Not so long ago I read the book of Daniel Kahneman; Thinking, fast and slow. This book isn’t about Deep Learning, it is about human thinking, the effect of cognitive biases, where we can and cannot trust our intuitions or decisions, and other things. A fantastic book. I wasn’t able to read it without always comparing the properties and biases of the human braines to deep learning models. Don’t think that I am a believer that general artificial intelligence almost is in our grasp. I don’t even like the name “artificial intelligence”, this name promises too much compared to our available tools. But there are some similarities, and if you make machine learning there is a good chance that you make something for people or about people. Even if you aren’t interested in decision theory or psychology, you can be hit by great intuitions when reading this book to improve your product. One important cognitive bias we have is shorty described as “What you see is all there is.” This refers to the fact, that we make decisions based on inadequate information, or the information all we have (most of the time). We don’t really think about the information we don’t have, that would be too much effort. This is true for deep learning models as well. It doesn’t matter how many neurons and what kind of state of the art architecture we build. We can give the model petabytes of data, if that data doesn’t have enough information (different features being in some kind of association with our output) to map it to the label by our shiny function approximator, then our model will not perform well.

Here we shortly summarize what kind of data we will use. Our goal is to forecast forex bar features of the upcoming step. Forecasted pairs: EUR/USD, GBP/USD, and JPY/USD (not the more common USD/JPY). We will forecast simple price values, log-returns, and the directions of changes.

We will play a bit with the Relu activation as output.
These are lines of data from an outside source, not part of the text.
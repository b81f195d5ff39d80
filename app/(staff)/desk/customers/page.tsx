import type { Metadata } from "next";
import { Users } from "lucide-react";
import { requirePermission } from "@/lib/auth/guard";
import { listCustomers } from "@/lib/customers";
import { CELL, TableCard } from "@/components/ui/table-card";
import { PageHeader } from "@/components/ui/page-header";
import { EmptyState } from "@/components/ui/empty-state";
import { InviteButton } from "@/components/customers/invite-button";

export const metadata: Metadata = { title: "Customers" };

export default async function CustomersPage() {
  await requirePermission("orders.desk", "/desk/customers");
  const customers = await listCustomers();
  return (
    <>
      <PageHeader
        title="Customers"
        description="People and businesses the shop builds for, online and by phone."
      />
      {customers.length === 0 ? (
        <EmptyState icon={Users} title="No customers yet">
          Customers appear here when they sign up online or the counter enters a phone order.
        </EmptyState>
      ) : (
        <TableCard caption="Customers" headings={["Name", "Company", "E-mail", "Phone", "Orders online"]}>
          {customers.map((c) => (
            <tr key={c.id}>
              <td className={`${CELL} font-medium`}>{c.name}</td>
              <td className={CELL}>{c.company ?? "—"}</td>
              <td className={CELL}>{c.email}</td>
              <td className={CELL}>{c.phone ?? "—"}</td>
              <td className={CELL}>
                {c.hasAccount ? (
                  "Yes"
                ) : (
                  <span className="inline-flex flex-wrap items-center gap-2">
                    By phone <InviteButton customerId={c.id} />
                  </span>
                )}
              </td>
            </tr>
          ))}
        </TableCard>
      )}
    </>
  );
}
With activation functions as output, we can determine the codomain of our models. In the end, we will build the Wavenet model with distribution output. For that, we will use the Tensorflow probability library. An implementation of a similar model can be seen here: Time series prediction with multimodal distribution — Building Mixture Density Network with Keras and Tensorflow Probability.

We will forecast features calculated from the tick means of the bar ranges, and not OHCL. Tick means are more representative measurements of the prices during the bar period, and not so noisy as the closing price. It is easier for a model to find patterns if we use means.

The data inputs have two main components:

features generated from tick data during a 5-minute range (source: Dukascopy)
features generated from economic news calendar (source: FXStreet)

Generating hundreds of features required compromises and arbitrary choices. Preparing the data took a longer time than building the models and training them. The short manual, data processing, and pipelines can be found here: https://github.com/sinusgamma/probabilistic_wavenet_fx/blob/master/data_preparation.md. In the article, Financial bars at the age of deep learning, you can read about some other ideas.

To feed the data to our model we will use the Tensorflow dataset API.

For training, we will use the 2016–2018 period, and 2019 is the validation period. For simplicity, I didn’t use separate test data.

The models were trained on the Google Cloud AI Platform.

The notebook with the code is available on Github: https://github.com/sinusgamma/probabilistic_wavenet_fx/blob/master/wavenet_fx_final.ipynb

The Core Wavenet model

Here is the code of the core model which will be part of all models with slightly different parameters. Depending on our input data or output attachment the parameters of the wavenet_model_setup function will change from one model to the other.

The baseline prediction

First, we set baselines we want to overperform.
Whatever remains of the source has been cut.